Report the count of lines below that include "wrong", without any other text.
BEGIN Information
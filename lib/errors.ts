// One error type, one code→status map, one place that renders errors (DESIGN §4 error shape).
import { NextResponse } from "next/server";
import type { z } from "zod";
import type { InventoryIssue } from "./inventory/types";
import { formatPath } from "./issue-path";

const ERROR_STATUS = {
  bad_request: 400,
  unauthorized: 401,
  forbidden: 403,
  not_found: 404,
  conflict: 409,
  /** A real push that a change policy at `block` refuses (lib/data/impact.ts). */
  policy_blocked: 409,
  payload_too_large: 413,
  unsupported_media_type: 415,
  invalid_inventory: 422,
  invalid_request: 422,
  rate_limited: 429,
  internal: 500,
  unavailable: 503,
} as const;
export type ErrorCode = keyof typeof ERROR_STATUS;

export interface ErrorBody {
  error: ErrorCode;
  message: string;
  issues?: InventoryIssue[];
}

export class AppError extends Error {
  readonly code: ErrorCode;
  readonly issues?: InventoryIssue[];
  /** sent as Retry-After: the caller (CI, a load balancer) may simply try again after this long */
  readonly retryAfterSeconds?: number;

  constructor(code: ErrorCode, message: string, issues?: InventoryIssue[], options: { retryAfterSeconds?: number } = {}) {
    super(message);
    this.name = "AppError";
    this.code = code;
    this.issues = issues;
    this.retryAfterSeconds = options.retryAfterSeconds;
  }

  get status(): number {
    return ERROR_STATUS[this.code];
  }

  toBody(): ErrorBody {
    return { error: this.code, message: this.message, ...(this.issues ? { issues: this.issues } : {}) };
  }
}

export const notFound = (what: string) => new AppError("not_found", `${what} not found`);
export const forbidden = (message = "Your role does not allow this") => new AppError("forbidden", message);
export const unauthorized = () => new AppError("unauthorized", "Sign in or send an API token (Authorization: Bearer ppt_…)");

/** zod issues → our located issues (path like `body.scopes[0]`). */
export function zodIssues(error: z.ZodError, prefix = ""): InventoryIssue[] {
  return error.issues.map((issue) => ({
    path: formatPath(issue.path, prefix) || "(root)",
    message: issue.message,
  }));
}

/** Parse with a zod schema or throw a 422 that names every problem. */
export function parseOrThrow<T extends z.ZodType>(schema: T, value: unknown, what: string): z.infer<T> {
  const result = schema.safeParse(value);
  if (!result.success) {
    throw new AppError("invalid_request", `Invalid ${what}`, zodIssues(result.error, what === "query" ? "query" : ""));
  }
  return result.data;
}

/** Seconds a client should wait before trying again while the database is unreachable. */
export const DATABASE_RETRY_AFTER_S = 5;

// Sequelize's connection failures, by name so that this module needs no database package, and
// PostgreSQL's own (SQLSTATE class 08 connection exception, 57P01–57P03 shutting down or not
// accepting connections, 53300 too many connections; PostgreSQL manual, Appendix A).
const CONNECTION_ERROR_NAMES = new Set([
  "SequelizeConnectionError",
  "SequelizeConnectionRefusedError",
  "SequelizeConnectionTimedOutError",
  "SequelizeConnectionAcquireTimeoutError",
  "SequelizeHostNotFoundError",
  "SequelizeHostNotReachableError",
  "SequelizeInvalidConnectionError",
  "SequelizeAccessDeniedError",
]);
const UNAVAILABLE_SQLSTATE = /^(08|57P0[123]$|53300$)/;
const UNAVAILABLE_MESSAGE = /Connection terminated|connection error and is not queryable|ECONNREFUSED|ECONNRESET|EHOSTUNREACH|timeout exceeded when trying to connect/i;

/** Did this fail because PostgreSQL could not be reached (rather than because of what was asked)? */
export function isDatabaseUnavailable(error: unknown): boolean {
  for (let e: unknown = error, depth = 0; e && typeof e === "object" && depth < 4; depth++) {
    const { name, message, code } = e as { name?: unknown; message?: unknown; code?: unknown };
    if (typeof name === "string" && CONNECTION_ERROR_NAMES.has(name)) return true;
    if (typeof code === "string" && UNAVAILABLE_SQLSTATE.test(code)) return true;
    if (typeof message === "string" && UNAVAILABLE_MESSAGE.test(message)) return true;
    e = (e as { parent?: unknown; original?: unknown; cause?: unknown }).parent ?? (e as { original?: unknown }).original ?? (e as { cause?: unknown }).cause;
  }
  return false;
}

export const databaseUnavailable = () =>
  new AppError("unavailable", "Pinchpoint cannot reach its database right now. Try again in a few seconds (a push can simply be sent again: identical content makes no new snapshot).", undefined, {
    retryAfterSeconds: DATABASE_RETRY_AFTER_S,
  });

/** Render any thrown value as the API's error JSON; unknown errors are logged and never leak internals. */
export function errorResponse(error: unknown): NextResponse<ErrorBody> {
  if (!(error instanceof AppError) && isDatabaseUnavailable(error)) {
    console.error("[api] database unreachable:", error instanceof Error ? error.message : error);
    error = databaseUnavailable();
  }
  if (error instanceof AppError) {
    const headers = error.retryAfterSeconds !== undefined ? { "retry-after": String(error.retryAfterSeconds) } : undefined;
    return NextResponse.json(error.toBody(), { status: error.status, headers });
  }
  console.error("[api] unexpected error:", error);
  return NextResponse.json({ error: "internal", message: "Something went wrong on our side; it has been logged" } as const, {
    status: 500,
  });
}
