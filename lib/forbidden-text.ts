// Characters no text field of ours may hold, wherever it comes from (an inventory file, a JSON body,
// a query string): control characters other than tab, line feed and carriage return (C0, DEL and
// C1: the Unicode general category Cc), and lone surrogates. PostgreSQL refuses NUL in text and
// jsonb ("\u0000 cannot be converted to text"), which surfaced as a 500; a lone surrogate cannot be
// encoded as UTF-8 and was stored silently replaced by U+FFFD. Both are refused up front with the
// field's path, raw or escaped alike (`"a\0b"` in YAML, `"\u0000"` in JSON are the same string).

// eslint-disable-next-line no-control-regex -- matching control characters is the point here
const FORBIDDEN = /[\u0000-\u0008\u000B\u000C\u000E-\u001F\u007F-\u009F]|[\uD800-\uDBFF](?![\uDC00-\uDFFF])|(?<![\uD800-\uDBFF])[\uDC00-\uDFFF]/;

const NAMES: Record<number, string> = { 0x00: "NUL", 0x07: "BEL", 0x08: "backspace", 0x0b: "vertical tab", 0x0c: "form feed", 0x1b: "escape", 0x7f: "DEL", 0x85: "next line" };

const hex = (code: number) => `U+${code.toString(16).toUpperCase().padStart(4, "0")}`;

/** What is wrong with this string, or null when nothing is. */
export function forbiddenCharacter(text: string): string | null {
  const found = FORBIDDEN.exec(text);
  if (!found) return null;
  const code = found[0].charCodeAt(0);
  const where = text.length > 1 ? ` at character ${found.index + 1}` : "";
  if (code >= 0xd800 && code <= 0xdfff) return `lone surrogate ${hex(code)}${where}: half of a UTF-16 pair is not a character; send the whole character or remove it`;
  const name = NAMES[code] ? ` (${NAMES[code]})` : "";
  return `control character ${hex(code)}${name}${where}: only tab, line feed and carriage return are allowed in text`;
}

export type TextPath = Array<string | number>;

/**
 * Every string in a parsed JSON or YAML value, member names included, checked; returns the first
 * `limit` problems with their paths (a member name's problem is reported at its own path).
 */
export function findForbiddenText(value: unknown, limit = 20): Array<{ path: TextPath; message: string }> {
  const out: Array<{ path: TextPath; message: string }> = [];
  const seen = new Set<object>();
  const walk = (v: unknown, path: TextPath): void => {
    if (out.length >= limit) return;
    if (typeof v === "string") {
      const problem = forbiddenCharacter(v);
      if (problem) out.push({ path, message: problem });
      return;
    }
    if (typeof v !== "object" || v === null || seen.has(v)) return;
    // YAML aliases hand out the same object more than once: one look is enough.
    seen.add(v);
    if (Array.isArray(v)) {
      v.forEach((item, i) => walk(item, [...path, i]));
      return;
    }
    for (const [k, item] of Object.entries(v)) {
      const problem = forbiddenCharacter(k);
      if (problem) out.push({ path: [...path, k], message: `the name of this field: ${problem}` });
      walk(item, [...path, k]);
    }
  };
  walk(value, []);
  return out;
}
END Information
Problem solution ::
2